The WAR file is deployed to what's called a web container. A web container provides the runtime environment for a Java web application. For instance, it translates request and response data between the raw protocol format and the Java object representations the web application works with and maintains shared resources (such as database connection pools and logfiles). All web containers provide tools for installing a WAR file, or a special directory where a WAR file is automatically picked up (such as the webapps directory in Tomcat). Most containers also support web applications deployed directly in a filesystem using the same file structure as is defined for the WAR file, which can be convenient during development.

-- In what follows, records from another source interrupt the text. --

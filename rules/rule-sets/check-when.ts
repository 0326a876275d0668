import type { AttributeDefinition } from './attribute';
import type { ReportFault } from './check-rule';
import type { EditionView } from './edition-view';
import { matchValue } from './match-value';
import { type Comparison, type Condition, comparisonsOf } from './when';

/** Facts that are not known, and values that a fact can never have. */
export function checkWhen(condition: Condition, at: string, view: EditionView, report: ReportFault): void {
  for (const { comparison, path } of comparisonsOf(condition)) {
    const place = `${at}${path.map((step) => `/${step}`).join('')}`;
    if (comparison.fact === 'quantity') {
      const id = comparison.params?.quantity ?? '';
      if (!view.quantity(id)) {
        report(`${place}/params/quantity`, `the quantity ${id} is not known.`, 'Use an id of the registry.');
      }
      checkNumbers(comparison, place, id, report);
      continue;
    }
    const attribute = view.attribute(comparison.fact);
    if (!attribute) {
      report(
        `${place}/fact`,
        `the attribute ${comparison.fact} is not known.`,
        'Declare it among the attributes, or correct its name.',
      );
      continue;
    }
    checkAttributeValue(comparison, place, attribute, report);
  }
}

const ORDERING = new Set(['lessThan', 'lessThanInclusive', 'greaterThan', 'greaterThanInclusive']);

function checkAttributeValue(
  comparison: Comparison,
  place: string,
  attribute: AttributeDefinition,
  report: ReportFault,
): void {
  if (ORDERING.has(comparison.operator)) {
    if (attribute.type === 'number') checkNumbers(comparison, place, attribute.name, report);
    else if (attribute.type !== 'date') {
      report(
        `${place}/operator`,
        `${attribute.name} is not a number or a date, so it has no order.`,
        'Use equal, notEqual, in or notIn.',
      );
    }
    return;
  }
  for (const value of [comparison.value].flat()) {
    if (matchValue(attribute, value) !== null) continue;
    const allowed = attribute.values
      ?.map((each) => (typeof each === 'object' ? each.value : each))
      .join(', ');
    report(
      `${place}/value`,
      `compares ${attribute.name} with ${JSON.stringify(value)}, which it can never be.`,
      allowed ? `Choose from ${allowed}.` : `Give a value of the type ${attribute.type}.`,
    );
  }
}

function checkNumbers(comparison: Comparison, place: string, name: string, report: ReportFault): void {
  if ([comparison.value].flat().every((value) => typeof value === 'number')) return;
  report(`${place}/value`, `compares ${name} with something that is not a number.`, 'Give a number.');
}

There are many different types of web containers. Some containers are called add-ons, or plug-ins, and are used to add support for Java web applications to regular web servers (such as Apache and IIS). They can run in the same operating-system process as the web server or in a separate process. Other containers are standalone servers. A standalone server includes web server functionality to provide full support for HTTP in addition to the web application runtime environment. Containers can also be embedded in other servers, such as a climate-control system, to offer a web-based interface to the system. A container bundled as part of an application server typically distributes the execution over multiple hosts and can provide fail-over capabilities in case a host crashes.

Within the container, each web application is represented by a servlet context. Each context is self-contained and doesn't know anything about other applications running in the same container. References between the servlets and JSP pages in the application are commonly relative to the context path, and therefore are referred to as context-relative paths. By using context-relative paths within the application, a web application can be deployed using any context path.

The servlet context (i.e., the web application) is assigned a unique URI path prefix called the context path when the application is deployed. Figure 4-4 shows how the context path is used by the container to send the request to the right application.

Figure 4-4. Request dispatching based on context paths

In Figure 4-4, a human resources application is associated with the context path /hr and a sales tracking system with the context path /sales. This allows the web container to distinguish between the different applications it serves and dispatch requests like /sales/report?month=Jan to the sales-tracking application and /hr/emplist to the human-resources application.

The remaining URI path is then used within the selected context to decide how to process the request by comparing it to path-mapping rules defined by the application's deployment descriptor. Rules can be defined to send all requests starting with /report to one servlet and all requests starting with /forecast to another. Another type of mapping rule can say that one servlet handles all requests with paths ending with a specific file extension, such as .jsp. This is how JSP page requests are handled. Figure 4-4 shows how the different parts of the URI path are used to direct the request processing to the right resource through the container and context.